Last week, meanwhile, saw fresh signs that Ireland’s record cost of borrowing is having a wider impact on debt markets across the euro area. The bond markets for peripheral countries are at depressed levels indicating that many market participants expect debt defaults or restructuring in Greece, Ireland and Portugal. Expectations are growing that Dublin and Lisbon will have to follow Athens in seeking a European Union rescue. These expectations hardened over the weekend with indications that the Irish government has started preliminary technical conversations with European officials about drawing on the €440bn European Financial Stability Facility agreed in May. That shouldn’t be a surprise; in fact the surprise is that Ireland – where the Government is still denying any intent to seek emergency funding – is taking so long to make up its mind on applying for EFSF money.

Chancellor Merkel meanwhile reaffirmed that the cost of any future Greek-style bail-outs will have to be borne more heavily by private investors. “Let me put it quite simply: in this regard there may be a contradiction between the interests of the financial world and the interests of the political world,” Ms Merkel said. “We cannot keep constantly explaining to our voters and our citizens why the taxpayer should bear the cost of certain risks and not those people who have earned a lot of money from taking those risks.”

Her government’s adamant stand caused an unusual public spat with Jean-Claude Trichet, president of the European Central Bank. At the end of October, he said involving private sector creditors in any future write-downs would unsettle existing bond market investors – a prediction that proved only too true, as the sell-off of the past fortnight has underlined.

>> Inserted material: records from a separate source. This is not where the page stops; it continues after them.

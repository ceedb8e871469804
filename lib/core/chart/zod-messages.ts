// Turns zod issues into sentences a person can act on, each naming the field it is about.
// Schemas set their own messages where the wording matters; `fieldErrorMap` covers the rest.
import { z } from "zod";

export interface FieldIssue {
  /** JSON location, e.g. `palette[2].hex` */
  path: string;
  message: string;
  /** row from the bottom, from 1 (chart rows only) */
  row?: number;
  /** stitch from the right, from 1 (chart cells only) */
  stitch?: number;
}

export function formatPath(path: readonly PropertyKey[] | undefined, prefix = ""): string {
  let out = prefix;
  for (const part of path ?? []) {
    if (typeof part === "number") out += `[${part}]`;
    else out += out === "" ? String(part) : `.${String(part)}`;
  }
  return out;
}

function describeValue(value: unknown): string {
  if (value === null) return "null";
  if (Array.isArray(value)) return "a list";
  if (typeof value === "string") return JSON.stringify(value.length > 24 ? value.slice(0, 24) + "…" : value);
  if (typeof value === "object") return "an object";
  return String(value);
}

/** Builds a per-parse error map whose messages start with the field's JSON path. */
export function fieldErrorMap(prefix = "") {
  return (issue: z.core.$ZodRawIssue): string => {
    const label = formatPath(issue.path, prefix) || "input";
    switch (issue.code) {
      case "invalid_type":
        if (issue.input === undefined) return `${label} is missing`;
        return `${label} must be ${issue.expected === "int" ? "a whole number" : `${/^[aeiou]/.test(issue.expected) ? "an" : "a"} ${issue.expected}`} (got ${describeValue(issue.input)})`;
      case "too_small":
        return `${label} must be at least ${String(issue.minimum)}`;
      case "too_big":
        return `${label} must be at most ${String(issue.maximum)}`;
      case "invalid_value":
        return `${label} must be ${issue.values.map((v) => JSON.stringify(v)).join(" or ")} (got ${describeValue(issue.input)})`;
      case "unrecognized_keys":
        return `${label} has unknown field${issue.keys.length === 1 ? "" : "s"}: ${issue.keys.join(", ")}`;
      case "invalid_format":
        return `${label} is not in the expected format`;
      default:
        return `${label} is not valid`;
    }
  };
}

export function toFieldIssues(issues: readonly z.core.$ZodIssue[], prefix = ""): FieldIssue[] {
  return issues.map((issue) => {
    const out: FieldIssue = { path: formatPath(issue.path, prefix), message: issue.message };
    if (issue.code === "custom") {
      const params = issue.params as { row?: unknown; stitch?: unknown } | undefined;
      if (typeof params?.row === "number") out.row = params.row;
      if (typeof params?.stitch === "number") out.stitch = params.stitch;
    }
    return out;
  });
}

/** Joins issues into one message, listing at most `limit` and counting the rest. */
export function joinIssues(issues: readonly { message: string }[], limit = 10): string {
  const shown = issues.slice(0, limit).map((i) => i.message);
  const rest = issues.length - shown.length;
  return rest > 0 ? `${shown.join("; ")}; … and ${rest} more` : shown.join("; ");
}

/** Parses with readable, field-named messages; throws an Error listing them. */
export function parseWithMessages<S extends z.ZodType>(schema: S, input: unknown, what: string): z.output<S> {
  const result = schema.safeParse(input, { error: fieldErrorMap() });
  if (result.success) return result.data;
  throw new Error(`${what}: ${joinIssues(toFieldIssues(result.error.issues))}`);
}

/** A number field whose type error says "is missing" or shows what came instead. */
export function numberField(label: string) {
  return z.number({
    error: (iss) => (iss.input === undefined ? `${label} is missing` : `${label} must be a number (got ${describeValue(iss.input)})`),
  });
}
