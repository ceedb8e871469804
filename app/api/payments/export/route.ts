import { minorToDecimalString } from "@/lib/core/pricing/format-money";
import { paymentFiltersSchema } from "@/lib/schemas/payments";
import { forbidden } from "@/lib/server/errors";
import { listPaymentsFor } from "@/lib/server/payments";
import { route } from "@/lib/server/route";

// Quote a CSV cell, and keep a spreadsheet from reading a leading = + - @ as a formula.
const cell = (v: string) => {
  const safe = /^[=+\-@]/.test(v) ? `'${v}` : v;
  return /[",\n]/.test(safe) ? `"${safe.replace(/"/g, '""')}"` : safe;
};

/** Owner: the filtered payments as CSV (amounts in major units, as text, never floats). */
export const GET = route({ query: paymentFiltersSchema }, async ({ actor, query }) => {
  const studio = actor.memberships[0];
  if (!studio) throw forbidden();
  const rows = await listPaymentsFor(actor, studio.studioId, query);
  const head = ["created", "paid", "commission", "client", "kind", "status", "currency", "amount", "refunded"];
  const lines = rows.map((r) =>
    [
      r.createdAt.toISOString(),
      r.paidAt?.toISOString() ?? "",
      `${r.commissionNumber}. ${r.commissionTitle}`,
      r.clientName,
      r.kind,
      r.status,
      r.currency,
      minorToDecimalString(r.amountMinor, r.currency),
      minorToDecimalString(r.refundedMinor, r.currency),
    ]
      .map(cell)
      .join(","),
  );
  return new Response([head.join(","), ...lines].join("\r\n") + "\r\n", {
    headers: { "content-type": "text/csv; charset=utf-8", "content-disposition": `attachment; filename="payments-${new Date().toISOString().slice(0, 10)}.csv"`, "cache-control": "private, no-store" },
  });
});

The finance ministers of the European Union’s five largest economies on Friday tried to calm markets by stating that any plans to force private debt holders to bear the burden of future sovereign bailouts will not affect current euro debt holders. However the weaker countries are certainly pinning the blame for the present malaise on the German government’s move three weeks ago to re-open negotiations on European treaties and broach the issue of private sector sacrifices in future debt restructuring.

The Berlin government’s intransigence over the debt issue, while politically understandable from a German point of view, seemingly pays little note of the realities of the euro economy which are currently heavily tilted towards Germany. In pre-EMU days, if the German economy were growing at an estimated 3.7% as it is this year, the German currency and interest rates would both come under upward pressure – damping exporters’ performance and the growth outlook.

Now, however, with all EMU economies shackled together, and devaluation an impossibility for the peripheral countries, the hard-up states have nowhere to hide. Germany continues to profit from excellent export performance – and it can self-righteously point the finger of blame for the euro area’s woes at those debt-ridden peripheral states. That glass of beer shared by Healey and Lahnstein in a Hamburg hostelry more than 30 years ago provided the opportunity for Germany to pass on to the British some unpalatable home truths. Other countries in Europe may be wishing that they had received a similar message before they entered the euro.